System 1 thinking is so typically distorted and commonplace in decision-making groups that research has shown that decisions can be improved if members don’t meet. Statistical groups are sometimes superior because they focus on the task and eliminate social influences. But statistical groups do not have the epistemic advantage of communication which, if participants can overcome their distortions and improve their argumentative skills, has the potential of producing new knowledge and creative outcomes.

Statistical non-interactive groups may offer some decision-making advantages that accrue through the cumulative effects of individual knowledge and information. But they are quite deficient when dealing with deep differences and those who are intolerant and prejudice prone. The value and effectiveness of the contact hypothesis is a well-established and even demonstrates positive results with the most intolerant and ideological. Threat and anxiety reduction are one of the theoretical benefits of contact and these apply also to the highly intolerant.

 

Stories as Arguments

Stories play an important role in asymmetric ethnopolitical conflicts with each side using stories to legitimize their own experiences. Sometimes stories contribute to polarization between the two sides and strengthen the tendency to exclude others and classify them as morally objectionable. But stories play a particularly important role in asymmetric conflicts because the root of such conflicts is the relationship between adversaries and the influences of culture and history on these relationships. It is stories that carry meaning and narrate culture and history. Stories are the data that conflict participants in asymmetric conflicts use to support their version of history. Consequently, stories serve as powerful expressions of subjective reality that on the one hand must be taken seriously as a picture of the lived world of the participant, but are also used as arguments that can be examined and challenged.

narrative as argument

Stories as Arguments

Treating stories as arguments is a powerful form of communication analysis that resonates with human experiences. For asymmetrical conflict, narrative can be a communicative technique for pursuing common interests. In other words, a narrative is a story that relates to events and people. It has a plot, a storyline, and cast of characters. When someone tells a story, even an ethnopolitical narrative characterized by loss or violence, the story illustrates a reality of their life. The narrative has personal and ideological value to the individual and represents a lived experience that must be made sensible. A story that relates a real experience is the basic mechanism for conveying the nature of reality including judgments and the truth value of certain statements. It is both an individual subjectivity that is susceptible to all of the confusions and distortions individuals are capable of, as well as a story built on argument principles. If an Israeli is listening to the story of a Palestinian and the Palestinian tells the tale of oppression and difficult circumstances, along with subplots of personal experiences concerning confrontations with the military and violence, then that story is real to the individual and subject to debate and discussion, albeit difficult debate and discussion. The same is true for a Palestinian listening to an Israeli talk about historical discrimination, the state of Israel, and the moral and legal difficulties of the conflict. The stories are part of personal experiences and representative of the different ways of speaking and knowing that must be explored in dialogue by all participants.
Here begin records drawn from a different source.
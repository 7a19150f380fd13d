package main

import (
	"encoding/json"
	"os"
	"path/filepath"
	"strings"
	"testing"

	"kinetarium/app/run"
	"kinetarium/plotting"
)

// provenanceOf reads the provenance written beside the table at path.
func provenanceOf(t *testing.T, path string) *run.Provenance {
	t.Helper()
	b, err := os.ReadFile(run.ProvenancePath(path))
	if err != nil {
		t.Fatal(err)
	}
	p, err := run.ReadProvenance(b)
	if err != nil {
		t.Fatal(err)
	}
	return p
}

// figurePartial reports whether the PNG at path says it is partial in its
// provenance metadata.
func figurePartial(t *testing.T, path string) bool {
	t.Helper()
	f, err := os.Open(path)
	if err != nil {
		t.Fatal(err)
	}
	defer f.Close()
	md, err := plotting.PNGMetadata(f)
	if err != nil {
		t.Fatal(err)
	}
	var p run.Provenance
	if err := json.Unmarshal(md.Provenance, &p); err != nil {
		t.Fatal(err)
	}
	return p.Partial
}

// Cancel in the Population window marks the results shown and every
// export from them partial, as the batch command marks the outputs of a
// run stopped by a signal (issue 17: exports from a cancelled run did not
// say so); a run that finishes exports them unmarked.
func TestCancelMarksPopulationExportsPartial(t *testing.T) {
	p := openPopulation(t, tuneDecayModel())
	onUI(func() {
		p.size.SetText("1000000")
		p.ctl.run.OnTapped()
	})
	waitFor(t, "some progress", func() bool { return p.ctl.progress.Value > 0 })
	onUI(func() { p.ctl.cancel.OnTapped() })
	waitFor(t, "the run to stop", func() bool { return !p.ctl.running })
	if p.res == nil || !p.partial || !strings.Contains(p.ctl.status.Text, "partial") {
		t.Fatalf("after Cancel: partial %v, status %q", p.partial, p.ctl.status.Text)
	}
	saveShot(t, p.win, shotDir(t), "population-cancelled.png")
	dir := t.TempDir()
	check := func(wantPartial bool) {
		t.Helper()
		samples, bands, fig := filepath.Join(dir, "samples.csv"), filepath.Join(dir, "bands.csv"), filepath.Join(dir, "bands.png")
		if err := p.saveSamples(samples); err != nil {
			t.Fatal(err)
		}
		if err := p.saveBands(bands); err != nil {
			t.Fatal(err)
		}
		if err := saveStudyFigure(fig, "population", p.prep, p.partial, p.bandFigure); err != nil {
			t.Fatal(err)
		}
		for _, path := range []string{samples, bands} {
			if got := provenanceOf(t, path).Partial; got != wantPartial {
				t.Errorf("%s: partial %v, want %v", filepath.Base(path), got, wantPartial)
			}
		}
		if got := figurePartial(t, fig); got != wantPartial {
			t.Errorf("figure: partial %v, want %v", got, wantPartial)
		}
	}
	check(true)
	rows, err := os.ReadFile(filepath.Join(dir, "samples.csv"))
	if err != nil || strings.Count(string(rows), "\n") != p.res.Points-p.res.Failed+1 {
		t.Errorf("samples.csv has %d lines, want the %d samples done and a header", strings.Count(string(rows), "\n"), p.res.Points-p.res.Failed)
	}
	onUI(func() { p.size.SetText("50") })
	runAndWait(t, p.ctl)
	if p.partial || strings.Contains(p.ctl.status.Text, "partial") {
		t.Fatalf("a finished run: partial %v, status %q", p.partial, p.ctl.status.Text)
	}
	check(false)
}

// The same for the Sweep window.
func TestCancelMarksSweepExportsPartial(t *testing.T) {
	s := openSweep(t, tuneDecayModel())
	onUI(func() {
		s.first.points.SetText("300")
		s.useTwo.SetChecked(true)
		s.first.quantity.SetSelected("k (parameter)")
		s.second.quantity.SetSelected("A (initial concentration)")
		s.second.points.SetText("100")
		s.ctl.run.OnTapped()
	})
	waitFor(t, "some progress", func() bool { return s.ctl.progress.Value > 0 || !s.ctl.running })
	onUI(func() { s.ctl.cancel.OnTapped() })
	waitFor(t, "the run to stop", func() bool { return !s.ctl.running })
	if s.res == nil || s.res.Points >= s.res.Size || !s.partial || !strings.Contains(s.ctl.status.Text, "partial") {
		t.Fatalf("after Cancel: partial %v, status %q", s.partial, s.ctl.status.Text)
	}
	path := filepath.Join(t.TempDir(), "runs.csv")
	if err := s.saveRuns(path); err != nil {
		t.Fatal(err)
	}
	if !provenanceOf(t, path).Partial {
		t.Error("runs.csv of a cancelled sweep is not marked partial")
	}
}

// The same for the Stochastic window.
func TestCancelMarksStochasticExportsPartial(t *testing.T) {
	s := openStochastic(t, exampleModel(t, "bursty-reporter.json"))
	onUI(func() {
		s.runs.SetText("10000000")
		s.ctl.run.OnTapped()
	})
	waitFor(t, "some progress", func() bool { return s.ctl.progress.Value > 0 })
	onUI(func() { s.ctl.cancel.OnTapped() })
	waitFor(t, "the run to stop", func() bool { return !s.ctl.running })
	var partial bool
	var status string
	var prov *run.Provenance
	var err error
	onUI(func() {
		partial, status = s.partial, s.ctl.status.Text
		if s.res != nil {
			prov, err = s.provenance()
		}
	})
	if !partial || !strings.Contains(status, "partial") || err != nil || prov == nil || !prov.Partial {
		t.Fatalf("after Cancel: partial %v, status %q, provenance %+v (%v)", partial, status, prov, err)
	}
}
The high standard of argument proposed by deliberation theorists is realistically out of reach and not descriptive of actual deliberation, which is more emotional than rational and rooted in “conversation argument” rather than theoretical models of argument. In the traditional description of an argument it is a formal structure that exists independently of individuals. Hence, it is not unusual to see diagrams illustrating formal relationships about claims, data, and conclusions. But conversational reasoning, which is where storytelling that functions as argument is expressed, views communication as pragmatic. A “conversational” argument is concerned with presumptive reasoning rather than logic.

Presumptive reasoning is based on pragmatics and draws conclusions from context in general usage of the term rather than from formal structure. This type of conversational reasoning is statistical in that it assumes a certain relationship exists. For example, I might say John (x) supports government welfare programs (A) and is therefore a Democrat (B). The relationship between (A) and (B) is presumptive or statistical in that the association is defensible but certainly not logically required. There are situations where (A) is not (B) and there can be conversational inconsistency. Certainly the idea of “supporting government programs” and “being a Democrat” can be definitionally inconsistent.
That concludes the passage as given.